> [What is needed] Whenever a line in the data holds the string "start", copy that line.
*** Data for this task
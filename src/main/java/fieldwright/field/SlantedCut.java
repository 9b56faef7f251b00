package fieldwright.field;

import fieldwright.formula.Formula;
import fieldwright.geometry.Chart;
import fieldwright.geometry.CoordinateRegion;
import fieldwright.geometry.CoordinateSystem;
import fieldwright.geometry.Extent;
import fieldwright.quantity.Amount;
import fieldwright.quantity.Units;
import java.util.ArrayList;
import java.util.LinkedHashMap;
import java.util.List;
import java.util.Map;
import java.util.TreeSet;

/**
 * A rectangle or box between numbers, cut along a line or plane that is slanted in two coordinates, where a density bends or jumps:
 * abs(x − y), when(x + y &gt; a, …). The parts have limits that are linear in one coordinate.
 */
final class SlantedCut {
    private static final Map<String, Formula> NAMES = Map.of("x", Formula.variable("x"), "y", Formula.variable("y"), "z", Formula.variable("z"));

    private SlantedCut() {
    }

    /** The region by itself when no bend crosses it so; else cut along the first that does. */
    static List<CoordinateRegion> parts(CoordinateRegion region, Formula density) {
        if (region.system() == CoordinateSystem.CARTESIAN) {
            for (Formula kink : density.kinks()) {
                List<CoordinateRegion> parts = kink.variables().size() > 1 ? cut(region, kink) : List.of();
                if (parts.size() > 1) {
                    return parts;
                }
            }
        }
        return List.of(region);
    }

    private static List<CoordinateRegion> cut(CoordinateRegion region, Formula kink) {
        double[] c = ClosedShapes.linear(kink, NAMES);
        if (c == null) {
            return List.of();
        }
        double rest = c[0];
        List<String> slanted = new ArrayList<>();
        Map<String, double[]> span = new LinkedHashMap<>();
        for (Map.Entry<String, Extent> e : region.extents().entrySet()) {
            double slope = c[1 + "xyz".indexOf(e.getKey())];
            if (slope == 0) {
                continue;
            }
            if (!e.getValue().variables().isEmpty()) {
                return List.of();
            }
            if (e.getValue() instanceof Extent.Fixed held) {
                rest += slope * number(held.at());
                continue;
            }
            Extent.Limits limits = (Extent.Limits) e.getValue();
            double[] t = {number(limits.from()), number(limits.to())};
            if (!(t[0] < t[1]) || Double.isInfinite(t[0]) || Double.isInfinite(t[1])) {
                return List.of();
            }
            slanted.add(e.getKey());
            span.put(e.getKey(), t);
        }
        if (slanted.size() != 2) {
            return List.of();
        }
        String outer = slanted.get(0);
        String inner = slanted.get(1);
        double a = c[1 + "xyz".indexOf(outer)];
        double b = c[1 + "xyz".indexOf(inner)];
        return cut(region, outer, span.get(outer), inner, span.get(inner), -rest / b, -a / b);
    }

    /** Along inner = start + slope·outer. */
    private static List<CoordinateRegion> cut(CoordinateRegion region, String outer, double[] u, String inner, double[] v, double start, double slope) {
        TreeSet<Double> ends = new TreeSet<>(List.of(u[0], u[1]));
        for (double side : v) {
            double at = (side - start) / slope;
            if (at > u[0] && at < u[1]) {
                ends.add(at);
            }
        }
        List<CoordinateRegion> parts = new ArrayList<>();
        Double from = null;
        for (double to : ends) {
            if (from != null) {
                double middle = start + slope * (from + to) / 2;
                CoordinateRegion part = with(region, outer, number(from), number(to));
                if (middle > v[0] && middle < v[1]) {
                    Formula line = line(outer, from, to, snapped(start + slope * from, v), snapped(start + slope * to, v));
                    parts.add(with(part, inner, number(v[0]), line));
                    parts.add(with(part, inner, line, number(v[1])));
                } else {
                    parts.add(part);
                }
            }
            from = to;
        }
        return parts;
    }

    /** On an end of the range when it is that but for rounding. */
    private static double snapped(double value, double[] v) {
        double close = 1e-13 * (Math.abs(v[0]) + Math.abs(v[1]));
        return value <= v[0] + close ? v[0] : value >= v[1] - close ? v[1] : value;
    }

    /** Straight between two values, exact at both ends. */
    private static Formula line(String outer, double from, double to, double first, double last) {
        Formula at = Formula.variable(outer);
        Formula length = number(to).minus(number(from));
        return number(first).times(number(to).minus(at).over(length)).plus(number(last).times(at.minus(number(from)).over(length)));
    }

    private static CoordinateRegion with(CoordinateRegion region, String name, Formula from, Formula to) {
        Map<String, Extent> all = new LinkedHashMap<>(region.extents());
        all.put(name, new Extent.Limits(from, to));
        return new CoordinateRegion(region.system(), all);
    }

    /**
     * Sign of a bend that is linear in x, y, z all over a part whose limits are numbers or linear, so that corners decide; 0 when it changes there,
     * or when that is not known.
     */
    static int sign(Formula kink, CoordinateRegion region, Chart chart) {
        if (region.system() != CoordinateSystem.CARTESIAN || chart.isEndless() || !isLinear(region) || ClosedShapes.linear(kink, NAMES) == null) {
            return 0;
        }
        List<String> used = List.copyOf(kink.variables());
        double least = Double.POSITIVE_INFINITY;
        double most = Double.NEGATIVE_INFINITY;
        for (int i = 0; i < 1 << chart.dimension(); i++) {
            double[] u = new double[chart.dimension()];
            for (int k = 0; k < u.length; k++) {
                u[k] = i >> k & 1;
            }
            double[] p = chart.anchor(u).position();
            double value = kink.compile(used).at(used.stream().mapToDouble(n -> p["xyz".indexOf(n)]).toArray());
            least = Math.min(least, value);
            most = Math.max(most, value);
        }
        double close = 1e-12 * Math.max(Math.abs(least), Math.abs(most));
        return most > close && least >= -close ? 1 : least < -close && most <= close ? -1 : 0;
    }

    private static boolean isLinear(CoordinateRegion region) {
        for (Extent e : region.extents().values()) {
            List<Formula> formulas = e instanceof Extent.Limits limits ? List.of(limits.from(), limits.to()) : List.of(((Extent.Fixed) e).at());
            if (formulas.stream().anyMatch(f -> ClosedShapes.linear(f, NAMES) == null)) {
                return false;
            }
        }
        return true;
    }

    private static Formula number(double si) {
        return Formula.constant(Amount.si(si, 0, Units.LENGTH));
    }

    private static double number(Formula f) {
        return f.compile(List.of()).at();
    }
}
******
*** Data for this task
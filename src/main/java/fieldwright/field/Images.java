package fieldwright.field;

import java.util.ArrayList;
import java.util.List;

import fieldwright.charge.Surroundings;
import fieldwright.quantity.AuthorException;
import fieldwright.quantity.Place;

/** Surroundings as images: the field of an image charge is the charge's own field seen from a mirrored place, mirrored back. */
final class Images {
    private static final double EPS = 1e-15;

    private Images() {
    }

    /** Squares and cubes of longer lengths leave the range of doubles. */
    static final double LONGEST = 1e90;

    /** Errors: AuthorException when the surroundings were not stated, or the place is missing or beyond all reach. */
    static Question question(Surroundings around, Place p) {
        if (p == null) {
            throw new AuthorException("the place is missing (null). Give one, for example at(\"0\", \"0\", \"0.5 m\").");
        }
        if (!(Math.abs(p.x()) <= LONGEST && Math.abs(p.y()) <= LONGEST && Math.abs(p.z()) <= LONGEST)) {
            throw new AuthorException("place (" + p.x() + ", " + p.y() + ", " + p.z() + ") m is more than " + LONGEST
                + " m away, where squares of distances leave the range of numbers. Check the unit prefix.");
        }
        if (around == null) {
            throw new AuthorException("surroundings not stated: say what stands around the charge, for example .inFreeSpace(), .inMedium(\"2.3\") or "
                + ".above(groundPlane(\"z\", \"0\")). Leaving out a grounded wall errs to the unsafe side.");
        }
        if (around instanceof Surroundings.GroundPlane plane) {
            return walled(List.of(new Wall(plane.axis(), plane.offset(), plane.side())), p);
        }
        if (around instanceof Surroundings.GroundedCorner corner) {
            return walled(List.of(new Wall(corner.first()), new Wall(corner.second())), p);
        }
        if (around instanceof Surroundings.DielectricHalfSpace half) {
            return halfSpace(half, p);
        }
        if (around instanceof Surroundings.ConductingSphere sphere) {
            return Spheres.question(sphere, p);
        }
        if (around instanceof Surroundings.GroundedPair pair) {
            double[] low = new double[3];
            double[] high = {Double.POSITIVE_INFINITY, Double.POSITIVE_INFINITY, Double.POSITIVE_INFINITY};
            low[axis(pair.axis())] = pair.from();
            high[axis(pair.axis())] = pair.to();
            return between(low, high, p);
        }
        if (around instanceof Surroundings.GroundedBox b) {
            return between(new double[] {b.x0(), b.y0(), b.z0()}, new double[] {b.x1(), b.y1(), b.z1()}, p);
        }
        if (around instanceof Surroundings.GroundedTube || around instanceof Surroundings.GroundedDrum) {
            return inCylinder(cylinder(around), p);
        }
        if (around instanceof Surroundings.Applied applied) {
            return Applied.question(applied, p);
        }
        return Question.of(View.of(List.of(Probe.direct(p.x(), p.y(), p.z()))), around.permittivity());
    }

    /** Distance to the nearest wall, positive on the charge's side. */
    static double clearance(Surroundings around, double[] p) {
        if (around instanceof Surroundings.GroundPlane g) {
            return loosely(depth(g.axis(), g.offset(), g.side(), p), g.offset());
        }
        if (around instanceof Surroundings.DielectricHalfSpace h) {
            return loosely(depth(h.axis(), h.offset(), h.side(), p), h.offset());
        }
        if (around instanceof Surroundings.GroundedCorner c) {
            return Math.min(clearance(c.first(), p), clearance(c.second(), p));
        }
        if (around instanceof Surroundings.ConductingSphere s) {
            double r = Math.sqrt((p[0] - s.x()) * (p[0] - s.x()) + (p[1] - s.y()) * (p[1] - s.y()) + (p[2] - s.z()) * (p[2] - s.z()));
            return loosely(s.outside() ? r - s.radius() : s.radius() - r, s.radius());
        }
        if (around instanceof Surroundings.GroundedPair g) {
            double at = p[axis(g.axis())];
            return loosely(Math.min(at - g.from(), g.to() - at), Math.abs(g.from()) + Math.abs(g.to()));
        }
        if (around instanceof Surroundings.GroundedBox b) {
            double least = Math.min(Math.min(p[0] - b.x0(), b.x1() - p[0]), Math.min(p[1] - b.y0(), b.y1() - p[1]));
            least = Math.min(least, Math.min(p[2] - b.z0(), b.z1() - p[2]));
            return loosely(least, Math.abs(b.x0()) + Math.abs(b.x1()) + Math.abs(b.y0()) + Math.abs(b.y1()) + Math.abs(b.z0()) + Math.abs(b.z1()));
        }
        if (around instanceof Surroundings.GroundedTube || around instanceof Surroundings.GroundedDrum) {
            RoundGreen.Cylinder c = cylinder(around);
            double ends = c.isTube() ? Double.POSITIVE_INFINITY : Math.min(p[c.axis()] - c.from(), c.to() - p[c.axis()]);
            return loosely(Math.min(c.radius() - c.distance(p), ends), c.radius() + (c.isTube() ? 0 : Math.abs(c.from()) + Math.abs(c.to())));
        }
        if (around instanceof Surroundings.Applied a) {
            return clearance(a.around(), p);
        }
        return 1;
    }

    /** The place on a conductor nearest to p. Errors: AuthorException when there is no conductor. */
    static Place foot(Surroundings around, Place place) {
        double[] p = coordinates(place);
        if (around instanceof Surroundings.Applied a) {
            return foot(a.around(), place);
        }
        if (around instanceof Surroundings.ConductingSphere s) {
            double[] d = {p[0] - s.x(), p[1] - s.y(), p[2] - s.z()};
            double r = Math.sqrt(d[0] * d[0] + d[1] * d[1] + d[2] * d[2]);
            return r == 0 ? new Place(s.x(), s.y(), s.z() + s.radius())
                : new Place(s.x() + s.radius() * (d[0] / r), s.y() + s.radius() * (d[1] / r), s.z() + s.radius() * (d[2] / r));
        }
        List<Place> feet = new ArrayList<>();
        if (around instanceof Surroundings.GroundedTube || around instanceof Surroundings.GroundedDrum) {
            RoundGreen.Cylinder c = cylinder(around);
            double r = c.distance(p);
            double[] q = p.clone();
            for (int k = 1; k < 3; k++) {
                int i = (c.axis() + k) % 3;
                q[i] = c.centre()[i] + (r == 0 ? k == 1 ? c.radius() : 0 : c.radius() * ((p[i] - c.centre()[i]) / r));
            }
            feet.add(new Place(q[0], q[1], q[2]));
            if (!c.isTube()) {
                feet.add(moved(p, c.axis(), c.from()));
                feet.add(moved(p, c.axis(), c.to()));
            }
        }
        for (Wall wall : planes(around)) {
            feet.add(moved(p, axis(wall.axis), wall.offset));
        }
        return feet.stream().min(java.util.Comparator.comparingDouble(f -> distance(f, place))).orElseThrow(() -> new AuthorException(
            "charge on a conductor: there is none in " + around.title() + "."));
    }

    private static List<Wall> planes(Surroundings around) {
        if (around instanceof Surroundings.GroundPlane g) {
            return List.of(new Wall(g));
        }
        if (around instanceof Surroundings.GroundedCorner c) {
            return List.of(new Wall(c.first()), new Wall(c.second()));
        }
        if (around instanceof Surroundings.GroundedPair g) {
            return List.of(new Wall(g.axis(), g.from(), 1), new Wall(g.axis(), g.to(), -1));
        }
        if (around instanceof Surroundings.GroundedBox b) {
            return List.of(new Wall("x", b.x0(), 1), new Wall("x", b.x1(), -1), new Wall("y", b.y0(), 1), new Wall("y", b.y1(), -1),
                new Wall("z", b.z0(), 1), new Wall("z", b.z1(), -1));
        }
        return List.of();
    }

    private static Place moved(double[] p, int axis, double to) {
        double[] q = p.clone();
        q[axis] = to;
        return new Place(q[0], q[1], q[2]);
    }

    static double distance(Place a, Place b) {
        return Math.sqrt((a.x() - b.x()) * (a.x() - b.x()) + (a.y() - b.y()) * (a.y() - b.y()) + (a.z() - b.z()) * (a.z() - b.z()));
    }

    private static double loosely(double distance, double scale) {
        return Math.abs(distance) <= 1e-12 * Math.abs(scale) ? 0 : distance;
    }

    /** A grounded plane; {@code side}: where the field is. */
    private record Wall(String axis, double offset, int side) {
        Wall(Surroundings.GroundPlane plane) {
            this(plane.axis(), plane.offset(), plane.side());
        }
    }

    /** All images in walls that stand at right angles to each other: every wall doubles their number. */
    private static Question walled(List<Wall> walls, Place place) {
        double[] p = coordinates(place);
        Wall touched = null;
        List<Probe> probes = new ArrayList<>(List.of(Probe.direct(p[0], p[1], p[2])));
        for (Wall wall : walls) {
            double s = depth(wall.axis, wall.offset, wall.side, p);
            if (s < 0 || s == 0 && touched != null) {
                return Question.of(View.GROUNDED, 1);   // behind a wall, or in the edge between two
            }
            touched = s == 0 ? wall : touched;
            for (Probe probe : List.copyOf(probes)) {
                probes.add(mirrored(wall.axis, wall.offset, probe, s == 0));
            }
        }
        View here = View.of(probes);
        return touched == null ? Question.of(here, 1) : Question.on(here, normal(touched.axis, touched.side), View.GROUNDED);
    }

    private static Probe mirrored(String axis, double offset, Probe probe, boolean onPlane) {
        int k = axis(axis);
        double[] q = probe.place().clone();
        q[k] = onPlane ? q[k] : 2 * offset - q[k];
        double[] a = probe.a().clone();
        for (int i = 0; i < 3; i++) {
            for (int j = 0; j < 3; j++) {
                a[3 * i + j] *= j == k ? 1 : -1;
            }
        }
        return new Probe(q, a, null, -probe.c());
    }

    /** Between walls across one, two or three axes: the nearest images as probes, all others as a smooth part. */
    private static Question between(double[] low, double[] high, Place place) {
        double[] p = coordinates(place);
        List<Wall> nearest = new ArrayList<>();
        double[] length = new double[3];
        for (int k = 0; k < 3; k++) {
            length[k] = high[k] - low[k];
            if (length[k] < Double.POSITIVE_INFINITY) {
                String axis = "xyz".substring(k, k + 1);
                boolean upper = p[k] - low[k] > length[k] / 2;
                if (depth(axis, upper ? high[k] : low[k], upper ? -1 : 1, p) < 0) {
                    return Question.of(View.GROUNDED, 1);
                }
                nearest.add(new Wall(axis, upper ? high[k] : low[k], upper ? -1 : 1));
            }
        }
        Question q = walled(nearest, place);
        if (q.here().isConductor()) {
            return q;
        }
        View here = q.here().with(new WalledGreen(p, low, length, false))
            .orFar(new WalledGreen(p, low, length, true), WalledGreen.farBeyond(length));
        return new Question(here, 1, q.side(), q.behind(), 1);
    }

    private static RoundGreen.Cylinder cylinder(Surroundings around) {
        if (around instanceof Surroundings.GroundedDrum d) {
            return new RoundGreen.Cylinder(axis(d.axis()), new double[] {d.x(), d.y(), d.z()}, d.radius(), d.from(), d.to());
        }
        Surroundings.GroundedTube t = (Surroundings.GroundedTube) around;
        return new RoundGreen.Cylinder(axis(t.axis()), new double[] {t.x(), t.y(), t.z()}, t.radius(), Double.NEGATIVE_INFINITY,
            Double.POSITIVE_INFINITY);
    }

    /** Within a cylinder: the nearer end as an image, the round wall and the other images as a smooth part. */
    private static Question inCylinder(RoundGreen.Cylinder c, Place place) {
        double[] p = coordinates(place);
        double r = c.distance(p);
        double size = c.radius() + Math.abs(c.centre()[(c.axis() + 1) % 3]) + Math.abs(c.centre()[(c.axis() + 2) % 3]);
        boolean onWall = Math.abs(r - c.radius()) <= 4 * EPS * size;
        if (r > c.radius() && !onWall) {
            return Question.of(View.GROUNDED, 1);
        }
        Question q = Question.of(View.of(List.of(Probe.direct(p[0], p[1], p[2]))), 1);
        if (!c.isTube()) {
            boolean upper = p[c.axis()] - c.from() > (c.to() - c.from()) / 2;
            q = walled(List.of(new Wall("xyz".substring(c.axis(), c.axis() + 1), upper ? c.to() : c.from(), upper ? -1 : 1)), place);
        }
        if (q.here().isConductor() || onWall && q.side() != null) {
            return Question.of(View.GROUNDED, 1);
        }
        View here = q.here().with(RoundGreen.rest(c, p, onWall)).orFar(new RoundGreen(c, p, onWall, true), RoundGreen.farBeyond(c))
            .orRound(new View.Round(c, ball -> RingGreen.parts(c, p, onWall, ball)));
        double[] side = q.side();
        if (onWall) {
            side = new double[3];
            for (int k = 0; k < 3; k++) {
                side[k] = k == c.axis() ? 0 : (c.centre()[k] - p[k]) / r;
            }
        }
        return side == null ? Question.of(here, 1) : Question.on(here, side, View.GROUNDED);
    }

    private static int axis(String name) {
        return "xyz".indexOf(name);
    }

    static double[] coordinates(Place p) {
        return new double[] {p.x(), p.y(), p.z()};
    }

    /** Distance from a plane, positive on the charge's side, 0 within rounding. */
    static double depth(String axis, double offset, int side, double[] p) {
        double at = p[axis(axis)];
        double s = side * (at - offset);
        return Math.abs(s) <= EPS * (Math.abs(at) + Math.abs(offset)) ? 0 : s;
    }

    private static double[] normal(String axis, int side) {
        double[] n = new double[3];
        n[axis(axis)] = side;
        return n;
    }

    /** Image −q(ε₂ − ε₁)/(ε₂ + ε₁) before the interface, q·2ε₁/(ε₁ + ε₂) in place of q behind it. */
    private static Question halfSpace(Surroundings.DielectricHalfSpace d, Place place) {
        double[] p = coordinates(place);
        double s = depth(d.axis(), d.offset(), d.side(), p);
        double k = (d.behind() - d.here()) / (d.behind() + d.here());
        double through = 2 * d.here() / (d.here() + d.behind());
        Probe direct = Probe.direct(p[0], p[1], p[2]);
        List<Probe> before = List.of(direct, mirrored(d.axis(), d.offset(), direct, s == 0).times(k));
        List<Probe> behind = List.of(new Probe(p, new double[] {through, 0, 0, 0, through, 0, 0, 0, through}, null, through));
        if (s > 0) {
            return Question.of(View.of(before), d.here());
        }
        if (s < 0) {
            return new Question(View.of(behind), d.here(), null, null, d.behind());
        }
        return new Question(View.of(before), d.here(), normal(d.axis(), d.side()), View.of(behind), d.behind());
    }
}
******
> [Exercise solution]
    /** Along inner = start + slope·outer. */
    private static List<CoordinateRegion> cut(CoordinateRegion region, String outer, double[] u, String inner, double[] v, double start, double slope) {
            double at = (side - start) / slope;
                double middle = start + slope * (from + to) / 2;
                    Formula line = line(outer, from, to, snapped(start + slope * from, v), snapped(start + slope * to, v));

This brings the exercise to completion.